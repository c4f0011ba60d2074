import { Axis, GlyphSeries, Grid, LineSeries, XYChart, buildChartTheme } from '@visx/xychart';
import type { JfetParams } from '~/core/jfet-model';
import { curveColour, residualPoints, type ApiCurve } from './chart-data';
import { useWidth } from './use-width';

const theme = buildChartTheme({
  backgroundColor: '#ffffff',
  colors: ['#217e7a'],
  gridColor: '#d9d7cc',
  gridColorDark: '#6b7c85',
  tickLength: 4,
  svgLabelSmall: { fill: '#3d4f59', fontSize: 11, fontFamily: '"Source Sans 3", system-ui, sans-serif' },
  svgLabelBig: { fill: '#15232b', fontSize: 12, fontFamily: '"Source Sans 3", system-ui, sans-serif' },
});

/** Measured minus model for every point, in % of the fitted IDSS, against VDS. */
export default function ResidualsChart({
  curves, channel, params, idssA, excluded, height = 200,
}: { curves: ApiCurve[]; channel: 'n' | 'p'; params: JfetParams; idssA: number; excluded: ReadonlySet<string>; height?: number }) {
  const { ref, width } = useWidth<HTMLDivElement>();
  const pts = residualPoints(curves, params, idssA, excluded);
  const included = pts.flat().filter((p) => !p.excluded && Number.isFinite(p.residualPct));
  const span = Math.max(0.5, ...included.map((p) => Math.abs(p.residualPct))) * 1.15;
  const vdsMax = Math.max(...curves.flatMap((c) => c.vds_v), 1);
  const bar = channel === 'p' ? '|' : '';
  return (
    <figure ref={ref} className="w-full" aria-label="Residuals of the fit">
      <XYChart
        width={width}
        height={height}
        theme={theme}
        margin={{ top: 8, right: 16, bottom: 42, left: 58 }}
        xScale={{ type: 'linear', domain: [0, vdsMax], nice: true }}
        yScale={{ type: 'linear', domain: [-span, span], nice: true, clamp: true }}
      >
        <Grid columns={false} numTicks={4} />
        <Axis orientation="bottom" label={`${bar}VDS${bar} (V)`} numTicks={8} />
        <Axis orientation="left" label="residual (% of IDSS)" numTicks={4} />
        <LineSeries dataKey="zero" data={[{ x: 0 }, { x: vdsMax }]} xAccessor={(d) => d.x} yAccessor={() => 0} stroke="#6b7c85" strokeWidth={1} enableEvents={false} />
        {pts.map((p, i) => (
          <GlyphSeries
            key={i}
            dataKey={`res-${i}`}
            data={p.filter((x) => !x.excluded)}
            xAccessor={(d) => d.vdsV}
            yAccessor={(d) => d.residualPct}
            enableEvents={false}
            renderGlyph={({ x, y }) => <circle cx={x} cy={y} r={2.3} fill={curveColour(i)} opacity={0.85} />}
          />
        ))}
      </XYChart>
    </figure>
  );
}
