import { useMutation, useQueryClient } from '@tanstack/react-query';
import type { InvitationCreateInput, UserUpdateInput } from '@shared/schemas/people';
import type { InvitationView, UserView } from '@shared/types/people';
import { api } from '@/lib/api-client';
import { peopleQueries } from './people-queries';

function useInvalidatePeople() {
  const queryClient = useQueryClient();
  return () => queryClient.invalidateQueries({ queryKey: peopleQueries.all });
}

export function useInviteUser() {
  const invalidate = useInvalidatePeople();
  return useMutation({
    mutationFn: (body: InvitationCreateInput) =>
      api<InvitationView>('/users/invitations', { method: 'POST', body }),
    onSuccess: invalidate,
  });
}

export function useUpdateUser() {
  const invalidate = useInvalidatePeople();
  return useMutation({
    mutationFn: ({ id, body }: { id: number; body: UserUpdateInput }) =>
      api<UserView>(`/users/${id}`, { method: 'PATCH', body }),
    onSuccess: invalidate,
  });
}

export function useResendInvitation() {
  const invalidate = useInvalidatePeople();
  return useMutation({
    mutationFn: (id: number) =>
      api<InvitationView>(`/users/invitations/${id}/resend`, { method: 'POST' }),
    onSuccess: invalidate,
  });
}

export function useRevokeInvitation() {
  const invalidate = useInvalidatePeople();
  return useMutation({
    mutationFn: (id: number) => api<void>(`/users/invitations/${id}`, { method: 'DELETE' }),
    onSuccess: invalidate,
  });
}
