import type { Sequelize } from 'sequelize';
import { todayIso } from '../../../shared/domain/tone/check-date';
import type { BulkMove, MovementCreate } from '../../../shared/schemas/movement';
import type { BulkMoveResult, Holdings, Movement } from '../../../shared/types/movement';
import { writeTransaction } from '../../db/write-transaction';
import { problems } from '../../middleware/problem';
import type { User } from '../../models';
import { findHoldingsOn, findMovementsOfPrint } from '../../repositories/movement-repository';
import { locationStore } from '../../repositories/reference-repository';
import { assertPrintExists } from '../prints/assert-print-exists';
import { movePrints } from './move-prints';

interface Ctx {
  sequelize: Sequelize;
}

/** A print's movements, latest first; 404 for an unknown print. */
export async function movementsOfPrint(ctx: Ctx, printId: number): Promise<Movement[]> {
  await assertPrintExists(printId);
  return findMovementsOfPrint(ctx.sequelize, printId);
}

/** Moves one print; answers with the movement written. */
export async function movePrint(
  ctx: Ctx & { user: User },
  printId: number,
  input: MovementCreate,
): Promise<Movement> {
  return writeTransaction(ctx.sequelize, async (transaction) => {
    await assertPrintExists(printId, transaction);
    await movePrints(ctx, { ...input, printIds: [printId] }, transaction);
    const history = await findMovementsOfPrint(ctx.sequelize, printId, transaction);
    // The newest record, which is not the latest in the history when dated back.
    return history.reduce((newest, movement) => (movement.id > newest.id ? movement : newest));
  });
}

/** Many prints to one place in one transaction, one movement and audit event each. */
export async function bulkMove(
  ctx: Ctx & { user: User },
  input: BulkMove,
): Promise<BulkMoveResult> {
  const moved = await writeTransaction(ctx.sequelize, (transaction) =>
    movePrints(ctx, input, transaction),
  );
  const place = (await locationStore.find(input.toLocationId))!;
  return {
    moved,
    movedOn: input.movedOn,
    to: { id: place.id, code: place.code, name: place.name },
  };
}

/** What a place holds at the end of a day (today by default). */
export async function holdingsOf(ctx: Ctx, locationId: number, on?: string): Promise<Holdings> {
  const place = await locationStore.find(locationId);
  if (!place) throw problems.notFound('The place');
  const day = on ?? todayIso();
  return {
    place: { id: place.id, code: place.code, name: place.name },
    on: day,
    items: await findHoldingsOn(ctx.sequelize, locationId, day),
  };
}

▶ _REQUIREMENT_
In this exercise, reproduce the material word for word, in full.

▶ _SOLUTION FOR THIS TASK_
repository c4f0011ba60d2074
import { Axis, GlyphSeries, Grid, LineSeries, XYChart, buildChartTheme } from '@visx/xychart';
import type { JfetParams } from '~/core/jfet-model';
import { curveColour, residualPoints, type ApiCurve } from './chart-data';
import { useWidth } from './use-width';

const theme = buildChartTheme({
  backgroundColor: '#ffffff',
  colors: ['#217e7a'],
  gridColor: '#d9d7cc',
  gridColorDark: '#6b7c85',
  tickLength: 4,
  svgLabelSmall: { fill: '#3d4f59', fontSize: 11, fontFamily: '"Source Sans 3", system-ui, sans-serif' },
  svgLabelBig: { fill: '#15232b', fontSize: 12, fontFamily: '"Source Sans 3", system-ui, sans-serif' },
});

/** Measured minus model for every point, in % of the fitted IDSS, against VDS. */
export default function ResidualsChart({
  curves, channel, params, idssA, excluded, height = 200,
}: { curves: ApiCurve[]; channel: 'n' | 'p'; params: JfetParams; idssA: number; excluded: ReadonlySet<string>; height?: number }) {
  const { ref, width } = useWidth<HTMLDivElement>();
  const pts = residualPoints(curves, params, idssA, excluded);
  const included = pts.flat().filter((p) => !p.excluded && Number.isFinite(p.residualPct));
  const span = Math.max(0.5, ...included.map((p) => Math.abs(p.residualPct))) * 1.15;
  const vdsMax = Math.max(...curves.flatMap((c) => c.vds_v), 1);
  const bar = channel === 'p' ? '|' : '';
  return (
    <figure ref={ref} className="w-full" aria-label="Residuals of the fit">
      <XYChart
        width={width}
        height={height}
        theme={theme}
        margin={{ top: 8, right: 16, bottom: 42, left: 58 }}
        xScale={{ type: 'linear', domain: [0, vdsMax], nice: true }}
        yScale={{ type: 'linear', domain: [-span, span], nice: true, clamp: true }}
      >
        <Grid columns={false} numTicks={4} />
        <Axis orientation="bottom" label={`${bar}VDS${bar} (V)`} numTicks={8} />
        <Axis orientation="left" label="residual (% of IDSS)" numTicks={4} />
        <LineSeries dataKey="zero" data={[{ x: 0 }, { x: vdsMax }]} xAccessor={(d) => d.x} yAccessor={() => 0} stroke="#6b7c85" strokeWidth={1} enableEvents={false} />
        {pts.map((p, i) => (
          <GlyphSeries
            key={i}
            dataKey={`res-${i}`}
            data={p.filter((x) => !x.excluded)}
            xAccessor={(d) => d.vdsV}
            yAccessor={(d) => d.residualPct}
            enableEvents={false}
            renderGlyph={({ x, y }) => <circle cx={x} cy={y} r={2.3} fill={curveColour(i)} opacity={0.85} />}
          />
        ))}
      </XYChart>
    </figure>
  );
}
import { useMutation, useQueryClient } from '@tanstack/react-query';
import type { InvitationCreateInput, UserUpdateInput } from '@shared/schemas/people';
import type { InvitationView, UserView } from '@shared/types/people';
import { api } from '@/lib/api-client';
import { peopleQueries } from './people-queries';

function useInvalidatePeople() {
  const queryClient = useQueryClient();
  return () => queryClient.invalidateQueries({ queryKey: peopleQueries.all });
}

export function useInviteUser() {
  const invalidate = useInvalidatePeople();
  return useMutation({
    mutationFn: (body: InvitationCreateInput) =>
      api<InvitationView>('/users/invitations', { method: 'POST', body }),
    onSuccess: invalidate,
  });
}

export function useUpdateUser() {
  const invalidate = useInvalidatePeople();
  return useMutation({
    mutationFn: ({ id, body }: { id: number; body: UserUpdateInput }) =>
      api<UserView>(`/users/${id}`, { method: 'PATCH', body }),
    onSuccess: invalidate,
  });
}

export function useResendInvitation() {
  const invalidate = useInvalidatePeople();
  return useMutation({
    mutationFn: (id: number) =>
      api<InvitationView>(`/users/invitations/${id}/resend`, { method: 'POST' }),
    onSuccess: invalidate,
  });
}

export function useRevokeInvitation() {
  const invalidate = useInvalidatePeople();
  return useMutation({
    mutationFn: (id: number) => api<void>(`/users/invitations/${id}`, { method: 'DELETE' }),
    onSuccess: invalidate,
  });
}
import type { Sequelize } from 'sequelize';
import { todayIso } from '../../../shared/domain/tone/check-date';
import type { BulkMove, MovementCreate } from '../../../shared/schemas/movement';
import type { BulkMoveResult, Holdings, Movement } from '../../../shared/types/movement';
import { writeTransaction } from '../../db/write-transaction';
import { problems } from '../../middleware/problem';
import type { User } from '../../models';
import { findHoldingsOn, findMovementsOfPrint } from '../../repositories/movement-repository';
import { locationStore } from '../../repositories/reference-repository';
import { assertPrintExists } from '../prints/assert-print-exists';
import { movePrints } from './move-prints';

interface Ctx {
  sequelize: Sequelize;
}

/** A print's movements, latest first; 404 for an unknown print. */
export async function movementsOfPrint(ctx: Ctx, printId: number): Promise<Movement[]> {
  await assertPrintExists(printId);
  return findMovementsOfPrint(ctx.sequelize, printId);
}

/** Moves one print; answers with the movement written. */
export async function movePrint(
  ctx: Ctx & { user: User },
  printId: number,
  input: MovementCreate,
): Promise<Movement> {
  return writeTransaction(ctx.sequelize, async (transaction) => {
    await assertPrintExists(printId, transaction);
    await movePrints(ctx, { ...input, printIds: [printId] }, transaction);
    const history = await findMovementsOfPrint(ctx.sequelize, printId, transaction);
    // The newest record, which is not the latest in the history when dated back.
    return history.reduce((newest, movement) => (movement.id > newest.id ? movement : newest));
  });
}

/** Many prints to one place in one transaction, one movement and audit event each. */
export async function bulkMove(
  ctx: Ctx & { user: User },
  input: BulkMove,
): Promise<BulkMoveResult> {
  const moved = await writeTransaction(ctx.sequelize, (transaction) =>
    movePrints(ctx, input, transaction),
  );
  const place = (await locationStore.find(input.toLocationId))!;
  return {
    moved,
    movedOn: input.movedOn,
    to: { id: place.id, code: place.code, name: place.name },
  };
}

/** What a place holds at the end of a day (today by default). */
export async function holdingsOf(ctx: Ctx, locationId: number, on?: string): Promise<Holdings> {
  const place = await locationStore.find(locationId);
  if (!place) throw problems.notFound('The place');
  const day = on ?? todayIso();
  return {
    place: { id: place.id, code: place.code, name: place.name },
    on: day,
    items: await findHoldingsOn(ctx.sequelize, locationId, day),
  };
}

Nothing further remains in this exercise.